Anthem's P4P program wins Eisenberg award
Door to balloon times, complication rates slashed
Anthem Blue Cross and Blue Shield of Virginia, a subsidiary of WellPoint Inc., based in Richmond, has received a 2008 John M. Eisenberg Patient Safety and Quality Award for its development and implementation of performance-based reimbursement programs for Virginia hospitals, cardiologists, and cardiac surgeons.
These programs are known as the Quality-In-Sights: Hospital Incentive Program (Q-HIPSM) and Quality Physician Performance Program (Q-P3SM). Q-HIP and QP3 reward hospitals and physicians for practicing evidence-based medicine and implementing other nationally recognized best practices.
A quick look at the program's early results (it was launched in 2004) shows why the programs gained the attention of the award committee. Two cohorts were followed; in both, 75% percent of participants achieved the door-to-balloon time goal of 90 minutes or less, although their baseline rates were about 59% and 37%, respectively. Both cohorts also cut their rates of serious complications approximately in half.

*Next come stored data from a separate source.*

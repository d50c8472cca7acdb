"""Non-bonded pair potentials and their per-type-pair parameter table.

All supported forms share one shape, so one kernel evaluates any mixture of them:

* inner region ``r < r_inner``: ``4 eps [(sigma/r)^12 - (sigma/r)^6] + offset``;
* tail region ``r_inner <= r < r_cut``: ``(phi/2) [cos(alpha r^2 + beta) - 1]``.

WCA (Weeks, Chandler & Andersen, J. Chem. Phys. 54, 5237, 1971) is the inner region
alone with ``r_cut = r_inner = 2^(1/6) sigma`` and offset ``+eps``. The cut-and-shifted
Lennard-Jones potential is the inner region up to ``r_cut`` with the offset that makes
it vanish there. The tunable attraction of Soddemann, Duenweg & Kremer (Eur. Phys. J. E
6, 409, 2001) adds the cosine tail of depth ``phi = attraction * eps`` between
``2^(1/6) sigma`` and ``1.5 sigma``, with ``alpha = pi / (2.25 - 2^(1/3)) / sigma^2``
and ``beta = 2 pi - 2.25 alpha sigma^2``, and shifts the WCA core by ``-phi`` so the
potential and its slope are continuous.
"""

from __future__ import annotations

import math
from dataclasses import dataclass

import numpy as np
from numba import njit

from ..errors import ConfigError, require

# No fast-math in the force kernels: with it, the compiler fuses and regroups operations
# differently in different call sites (a standalone evaluation and the step loop gave
# forces differing in the last bits), which breaks bitwise reproducibility across
# restarts and neighbour-list rebuilds. Strict IEEE arithmetic is the same everywhere.

WCA_CUTOFF = 2.0 ** (1.0 / 6.0)  # in units of sigma
TAIL_CUTOFF = 1.5  # in units of sigma (Soddemann, Duenweg & Kremer 2001)
_ALPHA = math.pi / (TAIL_CUTOFF**2 - 2.0 ** (1.0 / 3.0))
_BETA = 2.0 * math.pi - TAIL_CUTOFF**2 * _ALPHA

# Columns of a table row. The last three hold the force cap of a push-off (zero: no cap).
SIGMA2, EPS4, OFFSET, R_INNER2, R_CUT2, PHI_HALF, ALPHA, BETA, CAP_FORCE, R_CAP, U_CAP = range(11)
N_COLUMNS = 11


def _row(values: list[float]) -> np.ndarray:
    """A table row from the eight potential columns; the force-cap columns start at zero."""
    row = np.zeros(N_COLUMNS)
    row[:8] = values
    return row


def _check_sigma_epsilon(kind: str, sigma: float, epsilon: float) -> None:
    require(np.isfinite(sigma) and sigma > 0, f"{kind}.sigma", sigma, "a finite value > 0")
    require(np.isfinite(epsilon) and epsilon >= 0, f"{kind}.epsilon", epsilon, "a finite value >= 0")


@dataclass(frozen=True)
class WCA:
    """Purely repulsive Weeks-Chandler-Andersen potential (good solvent)."""

    sigma: float = 1.0
    epsilon: float = 1.0

    def __post_init__(self) -> None:
        _check_sigma_epsilon("WCA", self.sigma, self.epsilon)

    @property
    def cutoff(self) -> float:
        return WCA_CUTOFF * self.sigma

    def row(self) -> np.ndarray:
        rc2 = self.cutoff**2
        return _row([self.sigma**2, 4 * self.epsilon, self.epsilon, rc2, rc2, 0.0, 0.0, 0.0])


@dataclass(frozen=True)
class LennardJones:
    """Lennard-Jones potential cut at ``cutoff`` (default 2.5 sigma) and shifted to zero there."""

    sigma: float = 1.0
    epsilon: float = 1.0
    cutoff: float | None = None

    def __post_init__(self) -> None:
        _check_sigma_epsilon("LennardJones", self.sigma, self.epsilon)
        if self.cutoff is None:
            object.__setattr__(self, "cutoff", 2.5 * self.sigma)
        rc = self.cutoff
        require(
            np.isfinite(rc) and rc >= WCA_CUTOFF * self.sigma,
            "LennardJones.cutoff",
            rc,
            f"a cutoff >= 2^(1/6) sigma = {WCA_CUTOFF * self.sigma:.6g} (the potential minimum), "
            "so the potential has its attractive part; use WCA for pure repulsion",
        )

    def row(self) -> np.ndarray:
        s6 = (self.sigma / self.cutoff) ** 6
        shift = -4 * self.epsilon * (s6 * s6 - s6)
        rc2 = self.cutoff**2
        return _row([self.sigma**2, 4 * self.epsilon, shift, rc2, rc2, 0.0, 0.0, 0.0])


@dataclass(frozen=True)
class WCACosineTail:
    """WCA plus the cosine attractive tail of depth ``attraction * epsilon``.

    ``attraction`` is lambda in [0, 1]: 0 is the good-solvent WCA chain, larger values
    make the solvent poorer (Soddemann, Duenweg & Kremer, Eur. Phys. J. E 6, 409, 2001).
    """

    sigma: float = 1.0
    epsilon: float = 1.0
    attraction: float = 0.0

    def __post_init__(self) -> None:
        _check_sigma_epsilon("WCACosineTail", self.sigma, self.epsilon)
        lam = self.attraction
        require(np.isfinite(lam) and 0.0 <= lam <= 1.0, "WCACosineTail.attraction", lam, "a value in [0, 1]")

    @property
    def cutoff(self) -> float:
        return TAIL_CUTOFF * self.sigma

    def row(self) -> np.ndarray:
        phi = self.attraction * self.epsilon
        s2 = self.sigma**2
        return _row(
            [
                s2,
                4 * self.epsilon,
                self.epsilon - phi,
                WCA_CUTOFF**2 * s2,
                TAIL_CUTOFF**2 * s2,
                0.5 * phi,
                _ALPHA / s2,
                _BETA,
            ]
        )


PairPotential = WCA | LennardJones | WCACosineTail


def pair_table(pairs, n_types: int) -> np.ndarray:
    """Per-type-pair table ``(n_types * n_types, N_COLUMNS)`` for the kernels.

    Parameters
    ----------
    pairs : PairPotential or dict
        One potential for every pair of species, or a mapping ``{(a, b): potential}``
        with ``a <= b`` covering every pair of the ``n_types`` species (symmetric).
    """
    table = np.zeros((n_types * n_types, N_COLUMNS))
    if isinstance(pairs, dict):
        for a in range(n_types):
            for b in range(a, n_types):
                pot = pairs.get((a, b), pairs.get((b, a)))
                if pot is None:
                    raise ConfigError(
                        f"pairs[({a}, {b})] is missing: give a pair potential for every pair of "
                        f"the {n_types} bead species (0..{n_types - 1})"
                    )
                table[a * n_types + b] = table[b * n_types + a] = pot.row()
        extra = [k for k in pairs if max(k) >= n_types]
        if extra:
            raise ConfigError(
                f"pairs[{extra[0]}] names a species >= {n_types}: the system has species 0..{n_types - 1}"
            )
    else:
        table[:] = pairs.row()
    return table


def has_tail(table: np.ndarray) -> bool:
    """Whether any row has a cosine tail (region between r_inner and r_cut)."""
    return bool(np.any(table[:, R_INNER2] < table[:, R_CUT2]))


def max_cutoff(table: np.ndarray) -> float:
    """Largest interaction range in a table (0 when no pair interacts)."""
    return float(np.sqrt(table[:, R_CUT2].max())) if table.size else 0.0


def core_force(r, row: np.ndarray) -> float:
    """Magnitude -U'(r) of the Lennard-Jones core of a table row (Python, for set-up work)."""
    s6 = (row[SIGMA2] / (r * r)) ** 3
    return row[EPS4] * (12.0 * s6 * s6 - 6.0 * s6) / r


def capped_table(table: np.ndarray, force_cap: float | None) -> np.ndarray:
    """A copy of ``table`` whose repulsive cores are capped at ``force_cap`` (None: no cap).

    Below the distance ``r_c`` where the core's repulsion -U'(r) reaches the cap, the
    potential continues as the straight line ``U(r_c) + F_cap (r_c - r)``: the force
    there has the constant magnitude ``F_cap`` and stays the gradient of the energy, so
    the capped potential is still conservative. The core's force decreases monotonically
    from infinity to zero on ``(0, 2^(1/6) sigma]`` (its derivative changes sign only at
    (26/7)^(1/6) sigma), so ``r_c`` is unique and found by bisection. Rows that do not
    interact (epsilon = 0) get no cap. A common push-off device ("common practice").
    """
    from scipy.optimize import brentq

    out = np.array(table, dtype=np.float64, copy=True)
    out[:, CAP_FORCE:] = 0.0
    if force_cap is None:
        return out
    require(np.isfinite(force_cap) and force_cap > 0, "force_cap", force_cap, "a finite value > 0")
    for k in range(out.shape[0]):
        row = out[k]
        if row[EPS4] == 0.0 or row[SIGMA2] == 0.0:
            continue
        r_min = WCA_CUTOFF * np.sqrt(row[SIGMA2])  # the core's force vanishes here
        r_low = 1e-3 * r_min
        if core_force(r_low, row) <= force_cap:  # a cap this large never acts
            continue
        r_c = brentq(lambda r, row=row: core_force(r, row) - force_cap, r_low, r_min, xtol=1e-15, rtol=1e-15)
        s6 = (row[SIGMA2] / (r_c * r_c)) ** 3
        row[CAP_FORCE] = force_cap
        row[R_CAP] = r_c
        row[U_CAP] = row[EPS4] * (s6 * s6 - s6) + row[OFFSET]
    return out


_ROUNDING = 6755399441055744.0  # 1.5 * 2**52


@njit(cache=True, inline="always")
def nearest_integer(y):
    """``rint(y)`` (round half to even) by two additions, for |y| < 2**51.

    The sum with 1.5 * 2**52 leaves no bits below the units place, so IEEE rounding
    does the work; no libm call. Exact and identical to ``np.rint`` in that range.
    """
    return (y + _ROUNDING) - _ROUNDING


@njit(cache=True, inline="always")
def pair_energy_force(r2, table, row, with_tail=True, capped=False):
    """Energy U(r) and ``-U'(r)/r`` of a pair at squared distance ``r2 > 0``; zero beyond the cutoff.

    The Lennard-Jones core is evaluated for every listed pair and masked, so the cutoff
    test does not branch (beyond the cutoff the mask adds exact zeros); only the cosine
    tail, which WCA and cut Lennard-Jones rows never reach, takes a branch. With
    ``capped`` (a push-off; see :func:`capped_table`) pairs closer than the row's
    ``r_c`` feel the constant force ``F_cap``; coincident beads (r = 0) feel none.
    """
    if capped:
        r_c = table[row, R_CAP]
        if r2 < r_c * r_c:
            r = np.sqrt(r2)
            cap = table[row, CAP_FORCE]
            energy = table[row, U_CAP] + cap * (r_c - r)
            return energy, (cap / r if r > 0.0 else 0.0)
    r_inner2 = table[row, R_INNER2]
    inner = 1.0 if r2 < r_inner2 else 0.0
    inv_r2 = 1.0 / r2
    s6 = table[row, SIGMA2] * inv_r2
    s6 = s6 * s6 * s6
    eps4 = table[row, EPS4]
    energy = inner * (eps4 * (s6 * s6 - s6) + table[row, OFFSET])
    force_over_r = inner * (eps4 * (12.0 * s6 * s6 - 6.0 * s6) * inv_r2)
    # Non-short-circuit '&': one predictable test (always false for WCA and cut LJ rows);
    # kernels for tables without any tail leave it out at compile time.
    if with_tail and (r2 >= r_inner2) & (r2 < table[row, R_CUT2]):
        alpha = table[row, ALPHA]
        arg = alpha * r2 + table[row, BETA]
        phi_half = table[row, PHI_HALF]
        energy = phi_half * (np.cos(arg) - 1.0)
        force_over_r = 2.0 * phi_half * alpha * np.sin(arg)
    return energy, force_over_r


@njit(cache=True)
def pair_energy_force_array(r, table, row):
    """Vectorised helper for tests and plots: U(r) and -U'(r) (the force) for ``r`` (m,)."""
    energy = np.zeros(r.shape[0])
    force = np.zeros(r.shape[0])
    capped = table[row, R_CAP] > 0.0
    for m in range(r.shape[0]):
        r2 = r[m] * r[m]
        if r2 < table[row, R_CUT2]:
            if capped:
                e, fr = pair_energy_force(r2, table, row, True, True)
            else:
                e, fr = pair_energy_force(r2, table, row)
            energy[m] = e
            force[m] = fr * r[m]
    return energy, force
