@njit(cache=True)
def _complete_rows(counts, neighbours, total):
    """Append to every row the beads that list it (serial, fixed order), then sort rows."""
    fill = counts.copy()
    for i in range(counts.shape[0]):
        for p in range(counts[i]):
            j = neighbours[i, p]
            neighbours[j, fill[j]] = i
            fill[j] += 1
    _sort_rows(neighbours, total)


@njit(cache=True, parallel=True)
def _sort_rows(neighbours, counts):
    for i in prange(counts.shape[0]):
        _sort_row(neighbours, i, counts[i])


@njit(cache=True)
def _capacity(needed):
    """Row capacity with a little head room, so a list that grows a little needs no new
    array (the rows are padded to this width: memory per bead)."""
    return needed + 4


@njit(cache=True)
def _stencil(dim):
    """Offsets (3^d, d) of a cell's neighbour cells, itself included."""
    D = len(dim)
    stencil = np.empty((3**D, D), dtype=np.int64)
    for s in range(3**D):
        rem = s
        for k in range(D):
            stencil[s, k] = rem % 3 - 1
            rem //= 3
    return stencil


@njit(cache=True)
def _half_columns(dim):
    """Row offsets (directions 0 .. d-2) of the full columns of the half stencil: those
    whose first non-zero component is positive, ((3^(d-1) - 1) / 2, max(d-1, 1))."""
    D = len(dim)
    n_rows = 3 ** (D - 1)
    columns = np.zeros(((n_rows - 1) // 2, max(D - 1, 1)), dtype=np.int64)
    row = 0
    for s in range(n_rows):
        rem = s
        first_nonzero = 0
        for _k in range(D - 1):
            o = rem % 3 - 1
            rem //= 3
            if first_nonzero == 0:
                first_nonzero = o
        if first_nonzero > 0:
            rem = s
            for k in range(D - 1):
                columns[row, k] = rem % 3 - 1
                rem //= 3
            row += 1
    return columns


@njit(cache=True)
def build_cell_list(
    dim, x, replica, group_start, lengths, inv_lengths, list_range, excl_start, excl, neighbours
):
    """Full Verlet list within ``list_range`` from a cell grid.

    Parameters
    ----------
    neighbours : int32 array (n, capacity)
        The previous list, reused when its rows are long enough (any capacity, 0 too).

    Returns
    -------
    counts : int32 (n,)
        Number of neighbours of each bead.
    neighbours : int32 (n, capacity)
        ``neighbours[i, :counts[i]]`` are bead i's neighbours, ascending; a new array
        only when a row outgrew the old capacity.

    Beads are swept cell by cell over a copy of the positions in cell order, so the
    inner loop reads contiguous memory; one sweep fills the rows directly.
    """
    D = len(dim)
    n = x.shape[0]
    counts = np.zeros(n, dtype=np.int32)
    if list_range <= 0.0:
        return counts, neighbours
    periodic = lengths[0] > 0.0
    origin, inv_cell, ncell, offset = _grid(dim, x, group_start, lengths, list_range)
    cell_first, ids = _bin(dim, x, replica, origin, inv_cell, ncell, offset, periodic)
    n_groups = offset.shape[0] - 1
    n_cells = offset[-1]
    cell_group = np.empty(n_cells, dtype=np.int64)
    cell_coord = np.empty((n_cells, D), dtype=np.int64)
    strides = np.empty((n_groups, D), dtype=np.int64)
    for g in range(n_groups):
        stride = 1
        for k in range(D - 1, -1, -1):
            strides[g, k] = stride
            stride *= ncell[g, k]
        for local in range(offset[g + 1] - offset[g]):
            c = offset[g] + local
            cell_group[c] = g
            for k in range(D):
                cell_coord[c, k] = (local // strides[g, k]) % ncell[g, k]
    # The half stencil (each pair of cells once, :func:`_half_pass`) unless a periodic
    # direction is only 1 or 2 cells wide, where +1 and -1 reach the same cell.
    narrow = False
    if periodic:
        for g in range(n_groups):
            for k in range(D):
                if ncell[g, k] < 3:
                    narrow = True
    half = not narrow
    xs = np.empty((n, D))
    for a in range(n):
        for k in range(D):
            v = x[ids[a], k]
            if periodic:
                v -= lengths[k] * np.floor(v * inv_lengths[k])
            xs[a, k] = v
    range2 = list_range * list_range
    args = (cell_group, cell_coord)
    rest = (ncell, strides, offset, lengths, inv_lengths, range2, excl_start, excl)
    if half:
        _half_pass(
            dim,
            xs,
            ids,
            cell_first,
            *args,
            _half_columns(dim),
            ncell,
            strides,
            offset,
            lengths,
            range2,
            excl_start,
            excl,
            counts,
            neighbours,
        )
        fits = counts.max() <= neighbours.shape[1] if n > 0 else True
        if fits:
            total = _reverse_counts(counts, neighbours)
            fits = total.max() <= neighbours.shape[1] if n > 0 else True
            if fits:
                _complete_rows(counts, neighbours, total)
                return total, neighbours
    # The rows do not fit (the first build, or a row grew): the full stencil writes
    # complete rows directly, so only one array of the right width is ever allocated.
    full = _stencil(dim)
    _cell_pass(dim, xs, ids, cell_first, *args, full, *rest, counts, neighbours)
    needed = counts.max() if n > 0 else 0
    if needed > neighbours.shape[1]:
        neighbours = np.empty((n, _capacity(needed)), dtype=np.int32)
        _cell_pass(dim, xs, ids, cell_first, *args, full, *rest, counts, neighbours)
    return counts, neighbours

Like many patient safety programs, this one got its impetus from the Institute of Medicine's landmark To Err is Human publication in 1998. "We had some hospital systems willing to be involved in this, and local chapters of the American College of Cardiology, so it started as a collaborative effort with various stakeholders," notes Robert Krebbs, program manager. There were 16 hospitals participating in the first year, he says, and today there are 69. "That's over 95% of inpatient facilities," says Krebbs, adding that the program is now "rolling over" into other WellPoint states.
Data collected regularly
Krebbs explains that on a quarterly and annual basis, participating hospitals send demographic information on their performance in "nationally endorsed, well recognized evidence-based" measures. These include, for example, The Joint Commission's National Patient Safety Goals, standards from the National Quality Forum, the IHI 5 Million Lives campaign, and CPOE. "We use a third-party organization (called the Patient Safety Organization) to collect and validate the data, and then we receive the scores back," he adds.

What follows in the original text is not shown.